How Researchers Measure Brain Activity and Focus
The morning after each session participants completed a standard task commonly used to measure the effects of sleep loss. While they worked through the task researchers monitored multiple signals from both the brain and the body. Each participant wore an electroencephalogram cap to track brain waves while lying inside a functional magnetic resonance imaging scanner. The researchers used a specialized form of fMRI that could measure not only blood oxygen levels in the brain but also the movement of CSF in and out of it. Heart rate and breathing rate and pupil size were also recorded. Participants completed two attention tests during the scan with one based on vision and the other on sound. In the visual test they watched a fixed cross on a screen that occasionally changed into a square and pressed a button when they noticed the change. In the auditory test the visual cue was replaced with a sound. As expected participants who were sleep-deprived performed significantly worse than when they were well-rested. Their responses were slower and in some cases they failed to detect the signal altogether.

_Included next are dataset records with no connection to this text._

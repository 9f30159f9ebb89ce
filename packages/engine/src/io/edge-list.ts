import { ParseError } from '../errors';
import type { Graph } from '../graph/graph';
import { MAX_EDGES, MAX_VERTICES } from '../graph/limits';
import { EdgeBuffer } from './edge-buffer';
import { fileFamily } from './file-family';
import { LineCursor } from './line-cursor';
import { buildSimpleGraph, warnAtBufferedEdge } from './simple-graph';
import { decodeTextInput, type TextInput } from './text-input';
import { countOf } from './text-position';
import { WarningList, type ReadResult } from './warnings';

const FORMAT = 'edge-list';
const HASH = 35;
const PERCENT = 37;
const COMMA = 44;

export interface EdgeListReadOptions {
  /**
   * How the file numbers its vertices. 'auto' (the default) reads it as 1-based exactly when the smallest
   * id is 1 (so no 0 appears) and as 0-based otherwise; a 0-based file whose vertex 0 has no edge is
   * therefore read as 1-based, so pass the base when you know it.
   */
  base?: 0 | 1 | 'auto';
  /**
   * Whether the first line that is not a comment is a header.
   * - 'auto' (the default): a first line holding one number is the header `n`. A first line of two numbers
   *   `a b` is the header `n m` when exactly b edge lines follow and every id after it fits in a vertices;
   *   otherwise it is the first edge. (An edge list cannot tell `n m` from `u v` by syntax alone.)
   * - true: the first line is the header `n` or `n m`; m must equal the number of edge lines.
   * - false: there is no header; every line is an edge.
   */
  header?: boolean | 'auto';
  /** Recorded as the name of the graph's family. */
  name?: string;
}

export interface EdgeListWriteOptions {
  /** Number vertices from 0 (default) or 1. */
  base?: 0 | 1;
  /** Start with the header line `n m` (default true): the only way the file keeps isolated vertices. */
  header?: boolean;
}

/**
 * Reads an edge list: one edge `u v` a line, the ids separated by spaces, tabs or a comma; lines starting
 * with `#` or `%` are comments (also after an edge), blank lines are skipped. See EdgeListReadOptions for the
 * header and numbering rules. The vertex count is the header's n, else the largest id + 1 (0-based) or the
 * largest id (1-based). Self-loops and repeated edges (u v then v u included) are dropped with a warning.
 */
export function readEdgeList(input: TextInput, options: EdgeListReadOptions = {}): ReadResult {
  const text = decodeTextInput(input, FORMAT);
  const baseOption = options.base ?? 'auto';
  const headerOption = options.header ?? 'auto';
  const cursor = new LineCursor(text, FORMAT, { commaSeparates: true });
  const edges = new EdgeBuffer(Math.min(1 << 16, text.length >> 2));
  const idExpected = baseOption === 1 ? 'a vertex id (a whole number >= 1)' : 'a vertex id (a whole number)';

  let headerN = -1; // vertex count from the header, -1 when there is none (yet)
  let headerM = -1; // edge count from the header "n m"
  let headerLine = 0;
  let headerMColumn = 0;
  let seenData = false;
  // A first line "a b" under header 'auto' is buffered as edge 0 and decided at the end.
  let candidate = false;
  let candidateVColumn = 0;
  // Ids of the lines that are surely edges, and where the largest is written (for a range error).
  let minId = Infinity;
  let maxId = -1;
  let maxLine = 0;
  let maxColumn = 0;

  while (cursor.nextLine()) {
    cursor.skipSpaces();
    const first = cursor.peek();
    if (first === -1 || first === HASH || first === PERCENT) continue;
    const line = cursor.line;
    const uColumn = cursor.pos - cursor.start + 1;
    const u = cursor.readWhole(idExpected, 0, MAX_VERTICES);
    cursor.skipSpaces();
    if (cursor.peek() === COMMA) {
      cursor.pos++;
    } else if (cursor.atLineEnd() || cursor.peek() === HASH || cursor.peek() === PERCENT) {
      if (!seenData && headerOption !== false) {
        seenData = true;
        headerN = u;
        headerLine = line;
        continue;
      }
      cursor.fail(cursor.pos, 'a second vertex id', cursor.found(), 'an edge needs two vertex ids');
    }
    cursor.skipSpaces();
    const vColumn = cursor.pos - cursor.start + 1;
    // The first line may be the header "n m", and m may exceed any vertex id; the vertex-count check below
    // catches such a number if the line turns out to be an edge.
    const v = cursor.readWhole(idExpected, 0, seenData ? MAX_VERTICES : MAX_EDGES);
    cursor.skipSpaces();
    if (!cursor.atLineEnd() && cursor.peek() !== HASH && cursor.peek() !== PERCENT) {
      cursor.fail(cursor.pos, 'end of line (an edge is two vertex ids)', cursor.found());
    }
    if (!seenData) {
      seenData = true;
      if (headerOption === true) {
        headerN = u;
        headerM = v;
        headerLine = line;
        headerMColumn = vColumn;
        continue;
      }
      if (headerOption === 'auto') {
        candidate = true;
        candidateVColumn = vColumn;
        edges.push(u, v, line, uColumn);
        continue;
      }
    }
    if (baseOption === 1 && (u === 0 || v === 0)) {
      cursor.fail(cursor.start + (u === 0 ? uColumn : vColumn) - 1, 'a vertex id >= 1 (the file is read as 1-based)', '0');
    }
    if (headerN >= 0) {
      const top = baseOption === 0 ? headerN - 1 : headerN; // 'auto' is settled at the end
      if (u > top || v > top) {
        const bad = u > top ? uColumn : vColumn;
        cursor.fail(cursor.start + bad - 1, idRange(baseOption === 0 ? 0 : 1, top, headerN, headerLine), String(u > top ? u : v));
      }
    }
    if (u < minId) minId = u;
    if (v < minId) minId = v;
    if (u > maxId || v > maxId) {
      maxId = u >= v ? u : v;
      maxLine = line;
      maxColumn = u >= v ? uColumn : vColumn;
    }
    edges.push(u, v, line, uColumn);
  }

  let from = 0;
  if (candidate) {
    const a = edges.ends[0]!;
    const b = edges.ends[1]!;
    const rest = edges.count - 1;
    const restBase = resolveBase(baseOption, minId);
    if (rest === b && (rest === 0 || maxId <= a - 1 + restBase)) {
      headerN = a;
      headerM = b;
      headerLine = edges.lines[0]!;
      from = 1;
    } else {
      const line = edges.lines[0]!;
      if (baseOption === 1 && (a === 0 || b === 0)) {
        throw errorAt(line, a === 0 ? edges.columns[0]! : candidateVColumn, 'a vertex id >= 1 (the file is read as 1-based)', '0');
      }
      if (a < minId) minId = a;
      if (b < minId) minId = b;
      if (a > maxId || b > maxId) {
        maxId = a >= b ? a : b;
        maxLine = line;
        maxColumn = a >= b ? edges.columns[0]! : candidateVColumn;
      }
    }
  }

  const base = resolveBase(baseOption, minId);
  const edgeLines = edges.count - from;
  if (headerM >= 0 && headerM !== edgeLines) {
    throw errorAt(headerLine, headerMColumn, `${countOf(headerM, 'edge line')}, as the header "n m" says`, `${edgeLines}`, 'the header disagrees with the file');
  }
  let n: number;
  if (headerN >= 0) {
    if (maxId > headerN - 1 + base) {
      throw errorAt(maxLine, maxColumn, idRange(base, headerN - 1 + base, headerN, headerLine), String(maxId));
    }
    n = headerN;
  } else {
    n = edgeLines === 0 ? 0 : maxId + 1 - base;
    if (n > MAX_VERTICES) throw errorAt(maxLine, maxColumn, `a vertex id of at most ${MAX_VERTICES - 1 + base}`, String(maxId));
  }

  const warnings = new WarningList();
  const family = fileFamily(FORMAT, options.name);
  const graph = buildSimpleGraph(edges, { vertexCount: n, family, from, base, unordered: true, onDrop: warnAtBufferedEdge(edges, warnings) });
  return warnings.result(graph);
}

/** Writes `n m` (unless header is false) and then one `u v` line per edge, u < v, in ascending order. */
export function writeEdgeList(graph: Graph, options: EdgeListWriteOptions = {}): string {
  const base = options.base ?? 0;
  const lines: string[] = [];
  if (options.header ?? true) lines.push(`${graph.vertexCount} ${graph.edgeCount}`);
  for (const [u, v] of graph.edges()) lines.push(`${u + base} ${v + base}`);
  return lines.length === 0 ? '' : `${lines.join('\n')}\n`;
}

function resolveBase(option: 0 | 1 | 'auto', minId: number): 0 | 1 {
  return option === 'auto' ? (minId === 1 ? 1 : 0) : option;
}

function idRange(low: number, high: number, n: number, headerLine: number): string {
  return `a vertex id ${low}..${high} (the header on line ${headerLine} says ${n} vertices)`;
}

/** A ParseError for a position noted earlier in the scan (the cursor has moved on). */
function errorAt(line: number, column: number, expected: string, found: string, what?: string): ParseError {
  return new ParseError(FORMAT, { line, column }, expected, found, what);
}
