import type { Family } from '../graph/family';

/** The family of a graph read from a file: which format, and the file's name when the caller knows it. */
export function fileFamily(format: string, name?: string): Family {
  return name === undefined || name === '' ? { kind: 'file', format } : { kind: 'file', format, name };
}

Why Brain Fluid Spikes When Attention Drops
When attention briefly failed the researchers observed several physical changes happening at the same time. Most notably CSF flowed out of the brain during these lapses and returned once attention recovered. The results suggest that at the moment attention fails this fluid is actually being expelled outward away from the brain. When attention recovers it is drawn back in according to Lewis. The researchers believe this pattern reflects the brain attempting to make up for missed sleep. By activating a process normally reserved for rest the brain may be trying to restore itself even though this comes at the expense of focus. One way to think about those events is because your brain is so in need of sleep it tries its best to enter into a sleep-like state to restore some cognitive functions according to Yang. Your brain’s fluid system is trying to restore function by pushing the brain to iterate between high-attention and high-flow states.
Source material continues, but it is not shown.